## TASK TO COMPLETE
Return only the stretch of the material below that begins with the line containing "gauge side or" and ends with the line containing "def test_a_pattern_with_too_few_rows_is_told(plan: Path)", exactly; both of those lines belong to it.

(RECORDS TO PROCESS Opens)

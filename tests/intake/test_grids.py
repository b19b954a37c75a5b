"""Points with several grids, and dummies: a row a grid, the same point in each row."""

from __future__ import annotations

from pathlib import Path

import pytest

from tests.intake.conftest import change, lines_of, set_cell, understood

PATTERNED = {"pattern": "rectangular", "numbering": "counter-clockwise", "seen_from": "gauge side"}
"""What the first row of a rosette says besides its point."""


def rosette(plan: Path, count: int = 3, **cells: str) -> Path:
    """The plan with a rosette at FB-1: a row a grid, the later ones with nothing but the number."""
    file = plan / "grids.csv"
    for column, cell in ({"grid": "1"} | PATTERNED | cells).items():
        set_cell(file, 2, column, cell)
    for number in range(2, count + 1):
        text = file.read_text(encoding="utf-8")
        commas = text.partition("\n")[0].count(",")
        file.write_text(f"{text}FB-1{',' * commas}\n", encoding="utf-8")
        set_cell(file, 2 + number, "grid", str(number))
    for number in range(1, count + 1):
        set_cell(plan / "circuits.csv", 2, f"arm{number}", f"grid FB-1.{number}")
    return plan


def test_a_point_has_a_row_for_each_grid(plan: Path) -> None:
    point = understood(rosette(plan)).points[0]
    assert ["FB-1.1", "FB-1.2", "FB-1.3"] == [grid.label for grid in point.grids]
    assert [1, 2, 3] == [grid.number for grid in point.grids]
    assert ("rectangular", "counter-clockwise", "gauge side") == (
        point.pattern,
        point.numbering,
        point.seen_from,
    )


def test_a_point_of_one_grid_is_what_it_was(plan: Path) -> None:
    point = understood(plan).points[0]
    assert ["FB-1"] == [grid.label for grid in point.grids]
    assert ("single", "", "", False) == (
        point.pattern,
        point.numbering,
        point.seen_from,
        point.dummy,
    )


def test_arms_name_the_grids_of_a_point(plan: Path) -> None:
    facts = understood(rosette(plan))
    wired = [arm[0].grid for arm in facts.circuits[0].arms[:3]]
    assert [grid.id for grid in facts.points[0].grids] == wired


def test_an_arm_that_names_a_whole_rosette_is_told_its_grids(plan: Path) -> None:
    set_cell(rosette(plan) / "circuits.csv", 2, "arm1", "grid FB-1")
    (line,) = lines_of(lambda: understood(plan))
    assert "no grid “FB-1”. The grids of that point are FB-1.1, FB-1.2, FB-1.3" in line


def test_the_rows_of_a_point_may_stand_in_any_order(plan: Path) -> None:
    rosette(plan)
    for row, number in ((2, "3"), (4, "1"), (5, "2")):
        set_cell(plan / "grids.csv", row, "grid", number)
    point = understood(plan).points[0]
    assert ["FB-1.1", "FB-1.2", "FB-1.3"] == [grid.label for grid in point.grids]


def test_a_later_row_that_repeats_the_point_is_understood(plan: Path) -> None:
    set_cell(rosette(plan) / "grids.csv", 4, "permitted_error_um_per_m", "5.0")
    set_cell(plan / "grids.csv", 4, "numbering", "Counter-clockwise")
    assert understood(plan).points[0].permitted_error.value == "5"


@pytest.mark.parametrize(
    ("column", "cell"),
    [
        ("zone", "support"),
        ("strain_max_um_per_m", "700"),
        ("permitted_error_um_per_m", "6"),
        ("pattern", "delta"),
        ("numbering", "clockwise"),
        ("lot", "L-1"),
    ],
)
def test_a_later_row_that_says_something_else_is_told(plan: Path, column: str, cell: str) -> None:
    set_cell(rosette(plan) / "grids.csv", 4, column, cell)
    (line,) = lines_of(lambda: understood(plan))
    assert line.startswith(f"grids.csv, row 4, column {column}: differs from grids.csv, row 2")


@pytest.mark.parametrize(
    ("row", "column", "cell", "what"),
    [
        (4, "grid", "1", "1 stands twice. First at grids.csv, row 2."),
        (4, "grid", "", "column grid: is missing."),
        (4, "grid", "two", "“two” is no whole number."),
        (2, "pattern", "tee", "is tee, which has 2 grids; the point has 3 rows."),
        (2, "pattern", "", "is single, which has 1 grid; the point has 3 rows."),
        (2, "numbering", "", "are numbered one way round. Say counter-clockwise or clockwise."),
        (2, "numbering", "left", "“left” is not one of counter-clockwise, clockwise."),
        (2, "seen_from", "", "Say gauge side or other side."),
    ],
)
def test_grids_that_do_not_make_up_the_pattern_are_told(
    plan: Path, row: int, column: str, cell: str, what: str
) -> None:
    set_cell(rosette(plan) / "grids.csv", row, column, cell)
    assert any(what in line for line in lines_of(lambda: understood(plan)))


def test_a_pattern_with_too_few_rows_is_told(plan: Path) -> None:
    set_cell(plan / "grids.csv", 2, "pattern", "tee")
    (line,) = lines_of(lambda: understood(plan))
    assert "column pattern: is tee, which has 2 grids; the point has one row." in line


def test_the_same_label_without_numbers_stands_twice(plan: Path) -> None:
    set_cell(plan / "grids.csv", 3, "point", "fb-1")
    lines = lines_of(lambda: understood(plan))
    assert lines[0].startswith("grids.csv, row 3, column point: “FB-1” stands twice.")
    assert not any("differs" in line for line in lines)


def test_a_point_called_like_a_grid_of_another_is_told(plan: Path) -> None:
    set_cell(rosette(plan) / "grids.csv", 3, "point", "FB-1.2")
    set_cell(plan / "circuits.csv", 3, "arm1", "grid FB-1.2")
    lines = lines_of(lambda: understood(plan))
    assert ["grids.csv, row 3, column point: “FB-1.2” is a grid of FB-1 too."] == [
        line.partition(" Call")[0] for line in lines
    ]


def test_a_dummy_says_so_and_feels_no_strain(plan: Path) -> None:
    set_cell(plan / "grids.csv", 3, "dummy", "yes")
    told = lines_of(lambda: understood(plan))
    assert [
        "grids.csv, row 3, column strain_min_um_per_m: -300 µm/m for a dummy, which lies where "
        "there is no strain. Give 0, or say no in the column dummy.",
        "grids.csv, row 3, column strain_max_um_per_m: 300 µm/m for a dummy, which lies where "
        "there is no strain. Give 0, or say no in the column dummy.",
    ] == told
    change(plan / "grids.csv", ",-300,300,", ",0,0,")
    assert [False, True] == [point.dummy for point in understood(plan).points]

(RECORDS TO PROCESS Closes)

## EXERCISE ANSWER
        (2, "seen_from", "", "Say gauge side or other side."),
    ],
)
def test_grids_that_do_not_make_up_the_pattern_are_told(
    plan: Path, row: int, column: str, cell: str, what: str
) -> None:
    set_cell(rosette(plan) / "grids.csv", row, column, cell)
    assert any(what in line for line in lines_of(lambda: understood(plan)))


def test_a_pattern_with_too_few_rows_is_told(plan: Path) -> None:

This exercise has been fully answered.